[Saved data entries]
----

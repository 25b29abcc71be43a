"""The stations of a job: the default ones, the named ones, and that each can have a cut of its own."""

from __future__ import annotations

from collections.abc import Mapping
from dataclasses import dataclass

from intrados.compare import schema
from intrados.compare.location import read_place
from intrados.compare.mistake import shown
from intrados.compare.reader import Reader
from intrados.compare.toml_lines import Path
from intrados.theory.member import Arc, Member
from intrados.theory.statics import Loading
from intrados.theory.station import Station, default_stations, named_station, with_named

_NAMED: Path = ("stations", "named")
_MOST_STATIONS = 500
_SAME = 1e-9
# Two cuts nearer than this share of their piece leave no room for elements between them.
_TOO_CLOSE = 1e-4


@dataclass(frozen=True)
class Asked:
    """The stations a job asks for: the default ones, and the named ones by their index in the file."""

    defaults: tuple[Station, ...]
    named: Mapping[int, Station]


def read_stations(reader: Reader, data: object, member: Member | None) -> Asked:
    """The stations of the [stations] table; mistakes are noted. Without a member none can be placed."""
    table = reader.table(schema.Stations, data, ("stations",))
    items = data.get("named") if isinstance(data, Mapping) else None
    # What is no list is noted with the table.
    items = items if isinstance(items, list) else []
    tables = reader.each(items, _NAMED, lambda item, path: reader.table(schema.NamedStation, item, path))
    reader.unique_names(items, _NAMED)
    if member is None or table is None:
        return Asked((), {})
    named = {}
    for index, item in enumerate(tables):
        place = None if item is None else read_place(reader, item, member, (*_NAMED, index))
        if place is not None:
            named[index] = named_station(member, item.name, *place)
    defaults = default_stations(member, table.every)
    if len(defaults) > _MOST_STATIONS:
        on_arcs = sum(isinstance(member.pieces[station.piece], Arc) for station in defaults)
        key: Path = ("stations", "every") if on_arcs > _MOST_STATIONS // 2 else ("member", "pieces")
        reader.add(
            key,
            f"stations every {shown(table.every)} degrees on arcs are {on_arcs}, stations one depth apart on straights "
            f"{len(defaults) - on_arcs}; must be {_MOST_STATIONS} in all at most",
        )
    kept = tuple(station for station in defaults if not any(_crowds(station, other) for other in named.values()))
    automatic = {station.name for station in kept}
    for index, station in named.items():
        if station.name in automatic:
            reader.add((*_NAMED, index, "name"), f"given {shown(station.name)}, which is the name of another station")
    return Asked(kept, named)


def settle(reader: Reader, member: Member, asked: Asked, loadings: tuple[Loading, ...]) -> tuple[Station, ...]:
    """All stations in the order of the member.

    One that all but coincides with a joint, a load or another station leaves no room for a mesh between them: a default
    one is left out, a named one is a mistake, which is noted.
    """
    marks = [(Station(f"the start of piece {index + 1}", index, 0.0)) for index in range(len(member.pieces))]
    marks += [Station(f"the end of piece {index + 1}", index, 1.0) for index in range(len(member.pieces))]
    for spread in {spread.name: spread for loaded in loadings for spread in loaded.spreads}.values():
        marks += [Station(f"an edge of load {spread.name}", spread.piece, at) for at in (spread.first, spread.last)]
        marks.append(Station(f"the middle of load {spread.name}", spread.piece, spread.centre))
    for index, station in asked.named.items():
        near = next((mark for mark in marks if _crowds(station, mark) and not _coincide(station, mark)), None)
        if near is not None:
            extent = member.extent(station.piece)
            reader.add(
                (*_NAMED, index),
                f"given {station.share * extent:.9g}, all but the same place as {near.name} at "
                f"{near.share * extent:.9g}; must be the same, or {_TOO_CLOSE * extent:.3g} away at least",
            )
        marks.append(Station(f"station {station.name}", station.piece, station.share))
    defaults = (
        station
        for station in asked.defaults
        if not any(_crowds(station, mark) and not _coincide(station, mark) for mark in marks)
    )
    return with_named(tuple(defaults), tuple(asked.named.values()))


def _crowds(station: Station, other: Station) -> bool:
    return station.piece == other.piece and abs(station.share - other.share) < _TOO_CLOSE


def _coincide(station: Station, other: Station) -> bool:
    return station.piece == other.piece and abs(station.share - other.share) <= _SAME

----

The required output is the stretch of entries above from the line containing "for station in asked.defaults" through the line containing "def _coincide(station: Station, other: Station)", reproduced exactly.

        for station in asked.defaults
        if not any(_crowds(station, mark) and not _coincide(station, mark) for mark in marks)
    )
    return with_named(tuple(defaults), tuple(asked.named.values()))


def _crowds(station: Station, other: Station) -> bool:
    return station.piece == other.piece and abs(station.share - other.share) < _TOO_CLOSE


def _coincide(station: Station, other: Station) -> bool:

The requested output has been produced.